Sweden, which is a motherly welfare state, is today infested with
Oedipal individuals, arriving here from all parts of the world. The
degree to which they satisfy the criteria of Oedipal psychology is
astounding. Thus, there is nothing essentially wrong with the Oedipal
theory, for anybody who has eyes to see. It is probably true that the
Oedipal theory is the fruit of Freud's own psychological attachment to
his personal mother and that he overestimated its significance in
personality development, with regards to the relation with the
*personal* mother. But it is certainly not overestimated if the Oedipal
relation is viewed in more general terms. It is also a factor in the
relation to spouses and other motherly equivalents, such as the welfare
state.
The Oedipal individual lives in terror of the "father" who is out to
kill him. His psychology is characterized by an enormous sensitivity to
infringement and offence, mostly imagined. In his mind, the father is
always out to take out his revenge on the son who has conquered the
mother. The average black man living in Sweden lives in terror of
natives on whom he projects the revengeful father. He is subject to
severe racist persecutions because the police has once asked him to show
his ID. Remember that this is a country in which a lone mother arriving
here with three children, typically an analphabeth from the Third World,
can get as much as $3,270(!) a month from day one, together with free
medical treatment, day nursery(!), etc. The authorities are baffled by
the difficulties they have in learning to read the clock and commit to
memory even a fragment of the language. What they don't realize is that
there is a strong incentive to remain infantile and dependent.

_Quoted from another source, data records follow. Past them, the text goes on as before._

import { useDelayed } from '../lib/use-delayed.ts';
import { Mark } from '../ui/mark.tsx';

/** Before the first page is there; nothing at all for the first 300 ms. */
export function Starting() {
  const slow = useDelayed(true);
  return (
    <div className="grid h-dvh place-items-center" role="status">
      {slow && (
        <p className="flex items-center gap-3 text-ink-2">
          <Mark />
          Opening Gustloom
        </p>
      )}
    </div>
  );
}
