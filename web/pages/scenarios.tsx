import { useInfiniteQuery } from '@tanstack/react-query';
import { Plus } from 'lucide-react';
import { READERS, TRACK_WRITERS, UNDERWRITERS } from '#contract/roles.ts';
import { failureOf } from '../api/failure.ts';
import { ScenarioTable } from '../features/scenarios/components/scenario-table.tsx';
import { scenariosQuery } from '../features/scenarios/scenario-queries.ts';
import { requireOneOf, SITE_DATA_DETAIL } from '../features/session/guard.ts';
import { holdsOneOf, useSession } from '../features/session/session-queries.ts';
import { counted } from '../lib/numbers.ts';
import { paths } from '../paths.ts';
import { Button, ButtonLink } from '../ui/button.tsx';
import { Card } from '../ui/card.tsx';
import { Page } from '../ui/page.tsx';
import { ProblemNotice } from '../ui/problem.tsx';

export { RouteError as ErrorBoundary } from './route-error.tsx';

export const loader = async () => {
  await requireOneOf(READERS, SITE_DATA_DETAIL);
  return null;
};

export function Component() {
  const scenarios = useInfiniteQuery(scenariosQuery());
  const session = useSession();
  const canWrite = holdsOneOf(session, TRACK_WRITERS);
  const items = scenarios.data?.pages.flatMap((page) => page.items) ?? [];
  const isEmpty = scenarios.isSuccess && items.length === 0;
  return (
    <Page
      title="Scenarios"
      crumbs={[{ label: 'Scenarios' }]}
      sub={
        items.length > 0 ? (
          <span>
            {counted(items.length, 'track')}
            {scenarios.hasNextPage && ' and more'}. Each track is one scenario, priced as one.
          </span>
        ) : undefined
      }
      actions={
        canWrite &&
        !isEmpty && (
          <ButtonLink variant="filled" icon={Plus} to={paths.newScenario()}>
            New scenario
          </ButtonLink>
        )
      }
    >
      {scenarios.isError && items.length === 0 ? (
        <ProblemNotice
          title="The scenarios weren’t read"
          {...failureOf(scenarios.error)}
          onRetry={() => scenarios.refetch()}
        />
      ) : isEmpty ? (
        <Card>
          <div className="mx-auto flex max-w-120 flex-col items-center gap-3 py-12 text-center">
            <h2 className="text-20">No scenario yet</h2>
            <p className="text-ink-2">
              Bring in a best track, or type one fix by fix. You declare how its winds were averaged and see everything
              the service fills in before it is saved.
            </p>
            {canWrite && (
              <ButtonLink variant="filled" icon={Plus} to={paths.newScenario()}>
                New scenario
              </ButtonLink>
            )}
          </div>
        </Card>
      ) : (
        <>
          <ScenarioTable
            scenarios={items}
            loading={scenarios.isPending}
            canRun={holdsOneOf(session, UNDERWRITERS)}
            failedMore={scenarios.isFetchNextPageError ? () => void scenarios.fetchNextPage() : undefined}
          />
          {scenarios.hasNextPage && (
            <Button
              className="mt-3 self-center"
              pending={scenarios.isFetchingNextPage}
              onClick={() => void scenarios.fetchNextPage()}
            >
              Show more
            </Button>
          )}
        </>
      )}
    </Page>
  );
}
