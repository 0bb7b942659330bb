import { useEffect, useRef, useState } from 'react';
import { useQuery } from '@tanstack/react-query';
import { BookOpenText, ChartScatter, Home, Layers, Orbit, Play, ReceiptText, Route } from 'lucide-react';
import { Outlet, useLocation, useNavigate } from 'react-router-dom';
import { MONEY_READERS, READERS } from '#contract/roles.ts';
import type { Session } from '#contract/session.ts';
import { whenSignedOut } from '../api/call.ts';
import { recentRunsQuery } from '../features/home/home-queries.ts';
import { requireSession } from '../features/session/guard.ts';
import { holdsOneOf, useSession, useSignOut } from '../features/session/session-queries.ts';
import { UnitsProvider } from '../lib/units.tsx';
import { paths } from '../paths.ts';
import { queryClient } from '../query-client.ts';
import { Frame } from '../ui/frame/frame.tsx';
import type { NavigationItem } from '../ui/frame/navigation.ts';
import { ToastProvider } from '../ui/toast.tsx';

export { BareError as ErrorBoundary } from './bare-error.tsx';
export const loader = requireSession;

const ROLE_NAMES = { underwriter: 'Underwriter', modeler: 'Modeler', admin: 'Account admin', auditor: 'Auditor' };
const roleText = (session: Session) =>
  [...session.roles.map((role) => ROLE_NAMES[role]), ...(session.isApprover ? ['approver'] : [])].join(', ');
/** An auditor sees all and changes nothing, unless another role lets them. */
const isOnlyAuditor = (session: Session) => session.roles.every((role) => role === 'auditor');

const workItems = (session: Session): NavigationItem[] => {
  const seesSites = holdsOneOf(session, READERS);
  return [
    { to: paths.home(), label: 'Home', icon: Home, exact: true },
    ...(seesSites
      ? [
          { to: paths.portfolios(), label: 'Portfolios', icon: Layers, alsoUnder: ['/editions'] },
          { to: paths.scenarios(), label: 'Scenarios', icon: Route },
        ]
      : []),
    { to: paths.runs(), label: 'Runs', icon: Play },
  ];
};
/** What the numbers rest on, for those who own or check the model. */
const modelItems = (session: Session): NavigationItem[] =>
  holdsOneOf(session, ['modeler', 'auditor'])
    ? [
        ...(holdsOneOf(session, ['modeler']) ? [{ to: paths.ringBench(), label: 'Ring bench', icon: Orbit }] : []),
        { to: paths.validation(), label: 'Validation', icon: ChartScatter },
      ]
    : [];
const accountItems = (session: Session): NavigationItem[] => [
  ...(holdsOneOf(session, MONEY_READERS) ? [{ to: paths.billing(), label: 'Billing', icon: ReceiptText }] : []),
  { to: paths.limits(), label: 'Limits of use', icon: BookOpenText },
];

export function Component() {
  const session = useSession();
  const navigate = useNavigate();
  const location = useLocation();
  const signOut = useSignOut();
  const { data: runs } = useQuery(recentRunsQuery());
  const working = (runs?.items ?? []).filter((run) => run.state === 'waiting' || run.state === 'working');
  const announcement = useFinishedRuns(runs?.items);

  useEffect(
    () =>
      whenSignedOut(() => {
        queryClient.clear();
        void navigate(paths.signIn(`${location.pathname}${location.search}`), { replace: true });
      }),
    [navigate, location],
  );

  return (
    <UnitsProvider key={session.person.id} personId={session.person.id}>
      <ToastProvider>
        <Frame
          organisation={session.organisation}
          person={{ name: session.person.name, role: roleText(session) }}
          work={workItems(session)}
          model={modelItems(session)}
          account={accountItems(session)}
          working={working.map((run) => ({
            id: run.id,
            number: run.number,
            done: run.scenariosDone,
            total: run.scenariosTotal,
            to: paths.run(run.id),
          }))}
          readOnlyChip={isOnlyAuditor(session) ? 'Auditor: read only' : null}
          onSignOut={() => signOut.mutate(undefined, { onSettled: () => void navigate(paths.signIn()) })}
        >
          <Outlet />
        </Frame>
        <p role="status" className="sr-only">
          {announcement}
        </p>
      </ToastProvider>
    </UnitsProvider>
  );
}

/** One polite sentence when a run that was under way has ended; it never takes the focus. */
function useFinishedRuns(runs: readonly { id: string; number: string; state: string }[] | undefined): string {
  const [announcement, setAnnouncement] = useState('');
  const underWay = useRef(new Set<string>());
  useEffect(() => {
    if (!runs) return;
    const ended = runs.filter((run) => underWay.current.has(run.id) && !['waiting', 'working'].includes(run.state));
    underWay.current = new Set(runs.filter((run) => ['waiting', 'working'].includes(run.state)).map((run) => run.id));
    if (ended.length > 0) setAnnouncement(ended.map((run) => `Run ${run.number}: ${run.state}.`).join(' '));
  }, [runs]);
  return announcement;
}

The males of some anglerfish species fasten themselves on a female,
which is considerably bigger, and fuse with her down to the blood-vessel
level. The male receives nutrients via their shared circulatory system,
and provides sperm to the female in return. The male's fishlike
appearance is reduced until it appears like a little parasite on the
mother fish's body.
I view this as the "Oedipus fish" that lives in fear of the retaliating
"father fish" who, with his sharp teeth, threatens to cut the son from
the body of the mother fish. In the human species, this destructive
figure is known as Thanatos, or the death drive. Since the symbiotic
condition is an impediment to individuation, it gives rise to a
destructive force that aims to sever the bond of son and mother. So the
darkest fear of the Oedipal person really derives from inside as the
underlying factor of projection. The dark father whispers in his ear
that he should destroy the object of his psychological attachment and
that he should make preparations for his own death, preferably in a
terrorist action. In the infantile individual the death motif is
archaic. Death means that he will turn into a 'spirit.' To become a
spirit means a freeing from the world. It means to finally sever the
bond of attachment that has impeded his maturation to a true individual.
This is why the death drive plays such a big role in the Oedipal
individual. In the Oedipus story, the mother Jocasta kills herself, and
Oedipus pokes out his eyes.
It is evident that Freud's notions in this field are highly valuable,
although he made an overly personalistic interpretation of the Oedipus.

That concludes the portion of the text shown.